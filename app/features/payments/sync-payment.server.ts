import { and, eq, sql } from "drizzle-orm";
import { newId } from "#app/db/new-id.server.ts";
import { invoices, payments } from "#app/db/schema/index.ts";
import type { InvoiceId } from "#app/domain/ids.ts";
import type { CurrencyCode } from "#app/domain/money/money.ts";
import { recordAudit } from "#app/features/audit/record-audit.server.ts";
import type { LabScope } from "#app/features/lab-context.ts";
import { queuePaymentReceipt } from "./queue-payment-receipt.server.ts";

/** What the provider says today about one payment: the truth, whatever order its events came in. */
export type PaymentTruth = Readonly<{
  invoiceId: InvoiceId;
  paymentReference: string;
  receivedMinor: number;
  currency: CurrencyCode;
  refunds: ReadonlyArray<{ reference: string; amountMinor: number }>;
}>;

/**
 * Makes the ledger say what the provider says, inside one transaction: each payment and refund is written once by its
 * reference, and the invoice's state follows from the sums alone. Repeating it, in any order, changes nothing.
 * @returns a short word on what changed, for the record of events
 */
export async function syncPayment(scope: LabScope, truth: PaymentTruth): Promise<string> {
  const { db, laboratoryId, now } = scope;
  // Only this row is locked: joined rows of the laboratory would be locked with it.
  const [invoice] = await db
    .select({ id: invoices.id, number: invoices.number, state: invoices.state, totalMinor: invoices.totalMinor, currency: invoices.currency })
    .from(invoices)
    .where(and(eq(invoices.laboratoryId, laboratoryId), eq(invoices.id, truth.invoiceId)))
    .for("update");
  if (!invoice) return "no such invoice";
  if (invoice.currency !== truth.currency) {
    await recordAudit(scope, { action: "payment.wrongCurrency", subject: { kind: "invoice", id: invoice.id }, detail: { reference: truth.paymentReference, currency: truth.currency } });
    return "wrong currency: needs a person";
  }

  const rows = [
    ...(truth.receivedMinor > 0 ? [{ kind: "payment" as const, reference: truth.paymentReference, amountMinor: truth.receivedMinor }] : []),
    ...truth.refunds.map((refund) => ({ kind: "refund" as const, reference: refund.reference, amountMinor: -refund.amountMinor })),
  ];
  let written = 0;
  for (const row of rows) {
    const [result] = await db
      .insert(payments)
      .values({ laboratoryId, id: newId<"payment">(), invoiceId: invoice.id, method: "card", currency: truth.currency, receivedAt: now, recordedBy: scope.actorId, ...row })
      // The reference is unique: a repeat leaves the row as it is and counts as no change.
      .onDuplicateKeyUpdate({ set: { reference: sql`${payments.reference}` } });
    if (result.affectedRows === 1) written++;
  }

  const sums = await db
    .select({ kind: payments.kind, amountMinor: sql<string>`sum(${payments.amountMinor})` })
    .from(payments)
    .where(and(eq(payments.laboratoryId, laboratoryId), eq(payments.invoiceId, invoice.id)))
    .groupBy(payments.kind);
  const sumOf = (kind: "payment" | "refund") => Number(sums.find((sum) => sum.kind === kind)?.amountMinor ?? 0);
  const received = sumOf("payment");
  const refunded = -sumOf("refund");

  if (invoice.state === "open" && received >= invoice.totalMinor) {
    await db
      .update(invoices)
      .set({ state: "paid", paidAt: now })
      .where(and(eq(invoices.laboratoryId, laboratoryId), eq(invoices.id, invoice.id), eq(invoices.state, "open")));
    await recordAudit(scope, { action: "invoice.paid", subject: { kind: "invoice", id: invoice.id }, detail: { reference: truth.paymentReference } });
    await queuePaymentReceipt(scope, invoice.id);
  } else if (written > 0 && truth.receivedMinor > 0 && invoice.state !== "open" && received > invoice.totalMinor) {
    await recordAudit(scope, { action: "payment.unexpected", subject: { kind: "invoice", id: invoice.id }, detail: { reference: truth.paymentReference, state: invoice.state } });
  }
  if (received > 0 && refunded >= received) {
    const [result] = await db
      .update(invoices)
      .set({ state: "refunded" })
      .where(and(eq(invoices.laboratoryId, laboratoryId), eq(invoices.id, invoice.id), eq(invoices.state, "paid")));
    if (result.affectedRows === 1) await recordAudit(scope, { action: "invoice.refunded", subject: { kind: "invoice", id: invoice.id }, detail: { refundedMinor: refunded } });
  }
  return written === 0 ? "nothing new" : `wrote ${written}`;
}
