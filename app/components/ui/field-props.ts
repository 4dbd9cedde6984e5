import type { FieldMetadata } from "@conform-to/react";

/** What a text, select or area field takes from a conform field: name, id, what was typed, messages. Pass `key={field.key}` beside it. */
export function fieldProps(field: FieldMetadata<unknown, Record<string, unknown>, string[]> | FieldMetadata<never, never, string[]>) {
  const { name, id, initialValue, errors } = field as FieldMetadata<string, Record<string, unknown>, string[]>;
  return { name, id, defaultValue: initialValue as string | undefined, errors };
}

/** The same for a checkbox that sends "on". */
export function checkboxProps(field: FieldMetadata<unknown, Record<string, unknown>, string[]> | FieldMetadata<never, never, string[]>) {
  const { name, id, initialValue, errors } = field as FieldMetadata<string, Record<string, unknown>, string[]>;
  return { name, id, defaultChecked: initialValue === "on", errors };
}
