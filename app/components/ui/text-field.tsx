import type { ComponentProps } from "react";
import { benchInputLook, describedBy, FieldFrame, inputLook, type FieldFrameProps } from "./field-frame.tsx";

type TextFieldProps = FieldFrameProps &
  Omit<ComponentProps<"input">, "id" | "children" | "className" | "size"> & {
    name: string;
    /** Measured values and codes are typed in the typewriter face. */
    isMono?: boolean;
    size?: "normal" | "bench";
  };

/** One line. Numbers are typed as text with `inputMode="decimal"`, so that a decimal comma is kept and understood. */
export function TextField({ id, label, unit, hint, errors, isRequired = true, isMono = false, size = "normal", className, ...input }: TextFieldProps) {
  const isNumber = input.inputMode === "decimal" || input.inputMode === "numeric";
  return (
    <FieldFrame {...{ id, label, unit, hint, errors, isRequired, className }}>
      <input
        id={id}
        type="text"
        {...(isNumber ? { autoComplete: "off", spellCheck: false } : {})}
        aria-required={isRequired || undefined}
        {...input}
        {...describedBy({ id, hint, errors })}
        className={`${size === "bench" ? benchInputLook : inputLook} ${isMono ? "font-mono" : ""}`}
      />
    </FieldFrame>
  );
}

type TextAreaProps = FieldFrameProps & Omit<ComponentProps<"textarea">, "id" | "className"> & { name: string };

export function TextAreaField({ id, label, unit, hint, errors, isRequired = true, className, ...input }: TextAreaProps) {
  return (
    <FieldFrame {...{ id, label, unit, hint, errors, isRequired, className }}>
      <textarea id={id} rows={3} aria-required={isRequired || undefined} {...input} {...describedBy({ id, hint, errors })} className={inputLook} />
    </FieldFrame>
  );
}
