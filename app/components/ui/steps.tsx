export type Step = { label: string; state: "done" | "now" | "ahead" };

/** How far something has come: said in words for those who do not see the colours. */
export function Steps({ steps, label }: { steps: readonly Step[]; label: string }) {
  return (
    <ol aria-label={label} className="flex flex-wrap text-[12.5px]">
      {steps.map((step, index) => (
        <li
          key={step.label}
          aria-current={step.state === "now" ? "step" : undefined}
          className={`-ml-px border px-3 py-1.5 ${index === 0 ? "rounded-l-md" : ""} ${index === steps.length - 1 ? "rounded-r-md" : ""} ${
            step.state === "now" ? "border-tint bg-tint font-semibold text-on-tint" : step.state === "done" ? "border-rule-2 bg-sheet text-green" : "border-rule-2 bg-sheet text-ink-3"
          }`}
        >
          {step.state === "done" ? <span aria-hidden="true">✓ </span> : null}
          {step.label}
          {step.state === "done" ? <span className="sr-only">, done</span> : null}
        </li>
      ))}
    </ol>
  );
}
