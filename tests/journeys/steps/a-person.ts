import type { Browser, Page } from "playwright-core";

export const password = "a long walk to the lighthouse";

/** Somebody at a browser of their own. Whatever their page complains of is kept in `complaints`. */
export async function aPerson(browser: Browser, { url, hasScript = true, widthPx = 1440, heightPx = 1000 }: { url: string; hasScript?: boolean; widthPx?: number; heightPx?: number }) {
  const context = await browser.newContext({ baseURL: url, javaScriptEnabled: hasScript, viewport: { width: widthPx, height: heightPx }, reducedMotion: "reduce" });
  const page = await context.newPage();
  page.setDefaultTimeout(15_000);
  const complaints: string[] = [];
  page.on("pageerror", (error) => complaints.push(`${page.url()}: ${error.message}`));
  page.on("console", (message) => {
    // A refused form answers with 4xx, and Chromium says so; that is no fault of the page.
    if (message.type() === "error" && !/status of 4\d\d/.test(message.text())) complaints.push(`${page.url()}: ${message.text()}`);
  });
  return { page, complaints };
}
export type Person = Awaited<ReturnType<typeof aPerson>>;

export async function signIn(page: Page, { email, secret = password }: { email: string; secret?: string }): Promise<void> {
  await page.goto("/sign-in");
  await page.getByLabel("E-mail address").fill(email);
  await page.getByLabel("Password", { exact: true }).fill(secret);
  await page.getByRole("button", { name: "Sign in", exact: true }).click();
  await page.waitForURL((to) => !to.pathname.startsWith("/sign-in"));
}

/** What everybody had before them when a journey failed. */
export async function photographAll(people: readonly Person[]): Promise<void> {
  for (const [at, { page }] of people.entries()) if (page.url() !== "about:blank") await page.screenshot({ path: `.test/failed-${at + 1}.png`, fullPage: true });
}
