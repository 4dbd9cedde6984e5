import type { ComponentProps } from "react";
import { describedBy, FieldFrame, inputLook, type FieldFrameProps } from "./field-frame.tsx";
import { Icon } from "./icon.tsx";

type Option = { value: string; label: string };
type OptionGroup = { group: string; options: readonly Option[] };
type SelectFieldProps = FieldFrameProps &
  Omit<ComponentProps<"select">, "id" | "className" | "children" | "size"> & {
    name: string;
    options: readonly (Option | OptionGroup)[];
    /** The first, empty choice: shown until something is chosen. */
    emptyLabel?: string;
    size?: "normal" | "bench";
  };

const optionOf = ({ value, label }: Option) => (
  <option key={value} value={value}>
    {label}
  </option>
);

export function SelectField({ id, label, unit, hint, errors, isRequired = true, size = "normal", className, options, emptyLabel, ...select }: SelectFieldProps) {
  return (
    <FieldFrame {...{ id, label, unit, hint, errors, isRequired, className }}>
      <span className="relative block">
        <select id={id} aria-required={isRequired || undefined} {...select} {...describedBy({ id, hint, errors })} className={`${inputLook} appearance-none truncate pr-9 ${size === "bench" ? "min-h-11" : ""}`}>
          {emptyLabel === undefined ? null : <option value="">{emptyLabel}</option>}
          {options.map((option) =>
            "group" in option ? (
              <optgroup key={option.group} label={option.group}>
                {option.options.map(optionOf)}
              </optgroup>
            ) : (
              optionOf(option)
            ),
          )}
        </select>
        <span className="pointer-events-none absolute inset-y-0 right-3 flex items-center text-ink-2">
          <Icon name="down" sizePx={14} />
        </span>
      </span>
    </FieldFrame>
  );
}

#####

> HOW TO COMPLETE THIS TASK
Using the records above, report each line with the string "context".

> YOUR SOLUTION
import type { LabScope } from "#app/features/lab-context.ts";
  const context = await browser.newContext({ baseURL: url, javaScriptEnabled: hasScript, viewport: { width: widthPx, height: heightPx }, reducedMotion: "reduce" });
  const page = await context.newPage();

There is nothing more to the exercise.